### Task:
Search the material below for the word "inverse" and copy every line in which it occurs.

### Material supplied:
=======
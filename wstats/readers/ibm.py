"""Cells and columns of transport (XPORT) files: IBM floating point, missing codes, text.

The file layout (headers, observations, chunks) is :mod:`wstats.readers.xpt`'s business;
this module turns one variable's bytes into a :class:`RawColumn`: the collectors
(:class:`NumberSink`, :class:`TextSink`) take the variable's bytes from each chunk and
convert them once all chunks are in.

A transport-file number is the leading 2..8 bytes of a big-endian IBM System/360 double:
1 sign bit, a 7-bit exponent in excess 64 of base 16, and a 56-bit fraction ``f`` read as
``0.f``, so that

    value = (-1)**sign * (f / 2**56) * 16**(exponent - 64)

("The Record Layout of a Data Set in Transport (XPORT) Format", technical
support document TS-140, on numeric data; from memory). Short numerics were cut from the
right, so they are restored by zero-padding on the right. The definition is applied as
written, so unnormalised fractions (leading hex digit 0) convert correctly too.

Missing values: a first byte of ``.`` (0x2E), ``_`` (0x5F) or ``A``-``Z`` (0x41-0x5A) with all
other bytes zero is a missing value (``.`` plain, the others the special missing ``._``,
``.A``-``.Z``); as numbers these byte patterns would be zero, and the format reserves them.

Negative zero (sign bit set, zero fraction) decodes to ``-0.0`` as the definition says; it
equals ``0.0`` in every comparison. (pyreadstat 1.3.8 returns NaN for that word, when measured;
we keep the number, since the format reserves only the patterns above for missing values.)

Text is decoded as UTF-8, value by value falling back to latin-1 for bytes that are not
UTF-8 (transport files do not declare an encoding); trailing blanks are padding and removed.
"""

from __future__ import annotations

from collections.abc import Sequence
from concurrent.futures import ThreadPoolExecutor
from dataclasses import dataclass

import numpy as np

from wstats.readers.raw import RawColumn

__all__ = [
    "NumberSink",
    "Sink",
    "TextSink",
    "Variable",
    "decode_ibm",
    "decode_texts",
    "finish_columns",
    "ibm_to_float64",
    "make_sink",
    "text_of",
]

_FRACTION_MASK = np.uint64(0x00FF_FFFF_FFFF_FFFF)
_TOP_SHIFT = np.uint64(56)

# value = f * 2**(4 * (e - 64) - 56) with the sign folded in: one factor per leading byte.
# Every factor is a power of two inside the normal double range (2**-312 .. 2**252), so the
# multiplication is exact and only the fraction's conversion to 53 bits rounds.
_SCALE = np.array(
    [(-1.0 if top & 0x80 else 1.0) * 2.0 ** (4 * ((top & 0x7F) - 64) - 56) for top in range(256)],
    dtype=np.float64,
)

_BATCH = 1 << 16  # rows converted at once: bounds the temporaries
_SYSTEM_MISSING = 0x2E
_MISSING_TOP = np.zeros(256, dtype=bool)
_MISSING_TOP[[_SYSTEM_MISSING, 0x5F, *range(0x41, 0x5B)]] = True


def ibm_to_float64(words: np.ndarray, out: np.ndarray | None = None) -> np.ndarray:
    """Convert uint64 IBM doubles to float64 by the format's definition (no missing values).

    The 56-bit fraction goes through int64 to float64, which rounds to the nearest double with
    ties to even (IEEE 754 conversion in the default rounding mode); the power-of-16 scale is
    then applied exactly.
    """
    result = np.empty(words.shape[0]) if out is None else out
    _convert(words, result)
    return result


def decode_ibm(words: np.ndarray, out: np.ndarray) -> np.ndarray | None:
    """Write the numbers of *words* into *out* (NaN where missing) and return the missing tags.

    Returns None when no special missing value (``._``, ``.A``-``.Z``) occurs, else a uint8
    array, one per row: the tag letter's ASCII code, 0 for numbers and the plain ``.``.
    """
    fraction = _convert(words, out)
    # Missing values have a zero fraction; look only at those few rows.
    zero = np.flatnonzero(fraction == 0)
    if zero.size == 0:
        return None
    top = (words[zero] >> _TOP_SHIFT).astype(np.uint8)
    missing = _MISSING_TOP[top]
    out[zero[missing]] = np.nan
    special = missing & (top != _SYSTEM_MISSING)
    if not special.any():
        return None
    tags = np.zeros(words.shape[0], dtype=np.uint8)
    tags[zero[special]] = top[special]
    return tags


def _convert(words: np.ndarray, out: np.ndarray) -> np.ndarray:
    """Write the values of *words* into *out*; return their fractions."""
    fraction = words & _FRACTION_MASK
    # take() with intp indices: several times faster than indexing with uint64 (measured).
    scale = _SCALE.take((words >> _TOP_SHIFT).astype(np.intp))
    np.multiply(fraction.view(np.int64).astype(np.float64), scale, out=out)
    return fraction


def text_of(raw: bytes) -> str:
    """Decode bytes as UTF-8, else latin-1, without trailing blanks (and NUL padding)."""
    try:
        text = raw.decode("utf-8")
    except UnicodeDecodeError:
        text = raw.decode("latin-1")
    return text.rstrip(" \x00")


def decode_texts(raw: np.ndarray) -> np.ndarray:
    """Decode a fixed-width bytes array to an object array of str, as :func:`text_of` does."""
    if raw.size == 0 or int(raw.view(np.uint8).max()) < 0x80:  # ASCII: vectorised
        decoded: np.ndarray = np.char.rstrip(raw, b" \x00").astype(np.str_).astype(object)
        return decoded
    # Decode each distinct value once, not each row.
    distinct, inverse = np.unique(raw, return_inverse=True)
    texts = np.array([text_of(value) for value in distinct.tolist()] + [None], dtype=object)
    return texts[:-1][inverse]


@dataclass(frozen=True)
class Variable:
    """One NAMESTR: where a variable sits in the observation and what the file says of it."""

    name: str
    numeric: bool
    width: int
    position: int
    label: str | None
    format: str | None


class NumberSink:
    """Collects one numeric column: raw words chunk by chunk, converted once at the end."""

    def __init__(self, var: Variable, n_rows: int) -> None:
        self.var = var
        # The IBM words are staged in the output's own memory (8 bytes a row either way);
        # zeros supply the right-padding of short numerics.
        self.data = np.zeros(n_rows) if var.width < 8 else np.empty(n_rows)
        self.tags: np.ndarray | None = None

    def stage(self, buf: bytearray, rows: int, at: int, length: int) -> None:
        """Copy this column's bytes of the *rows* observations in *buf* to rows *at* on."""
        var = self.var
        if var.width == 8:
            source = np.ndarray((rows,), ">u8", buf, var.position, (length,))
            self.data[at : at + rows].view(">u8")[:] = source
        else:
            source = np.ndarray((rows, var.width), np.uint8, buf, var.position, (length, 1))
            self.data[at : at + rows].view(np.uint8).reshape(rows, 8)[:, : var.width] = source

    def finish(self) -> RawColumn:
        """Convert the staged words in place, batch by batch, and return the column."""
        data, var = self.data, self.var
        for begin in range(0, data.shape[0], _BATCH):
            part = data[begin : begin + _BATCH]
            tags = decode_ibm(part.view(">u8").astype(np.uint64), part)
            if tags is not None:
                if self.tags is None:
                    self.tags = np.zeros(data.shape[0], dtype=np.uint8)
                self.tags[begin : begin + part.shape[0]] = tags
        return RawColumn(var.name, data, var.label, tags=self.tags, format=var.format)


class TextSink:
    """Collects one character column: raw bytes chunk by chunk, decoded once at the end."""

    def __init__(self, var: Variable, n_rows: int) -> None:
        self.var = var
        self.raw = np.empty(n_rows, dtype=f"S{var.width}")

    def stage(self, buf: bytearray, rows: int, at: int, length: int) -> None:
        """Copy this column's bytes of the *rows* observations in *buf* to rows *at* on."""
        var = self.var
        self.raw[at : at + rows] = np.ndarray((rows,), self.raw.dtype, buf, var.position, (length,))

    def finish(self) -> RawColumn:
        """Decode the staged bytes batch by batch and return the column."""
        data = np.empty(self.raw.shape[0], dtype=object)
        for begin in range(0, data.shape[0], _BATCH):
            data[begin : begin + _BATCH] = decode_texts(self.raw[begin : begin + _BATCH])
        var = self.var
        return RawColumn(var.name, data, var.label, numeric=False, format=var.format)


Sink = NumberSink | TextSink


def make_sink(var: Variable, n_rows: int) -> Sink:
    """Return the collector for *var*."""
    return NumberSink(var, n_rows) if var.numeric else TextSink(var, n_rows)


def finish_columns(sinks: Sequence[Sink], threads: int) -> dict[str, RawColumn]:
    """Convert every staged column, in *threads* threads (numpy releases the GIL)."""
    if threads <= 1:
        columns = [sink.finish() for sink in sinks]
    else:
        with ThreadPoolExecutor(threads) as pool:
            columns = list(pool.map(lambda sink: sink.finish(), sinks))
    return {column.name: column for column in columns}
=======
### Finished exercise:
    distinct, inverse = np.unique(raw, return_inverse=True)
    return texts[:-1][inverse]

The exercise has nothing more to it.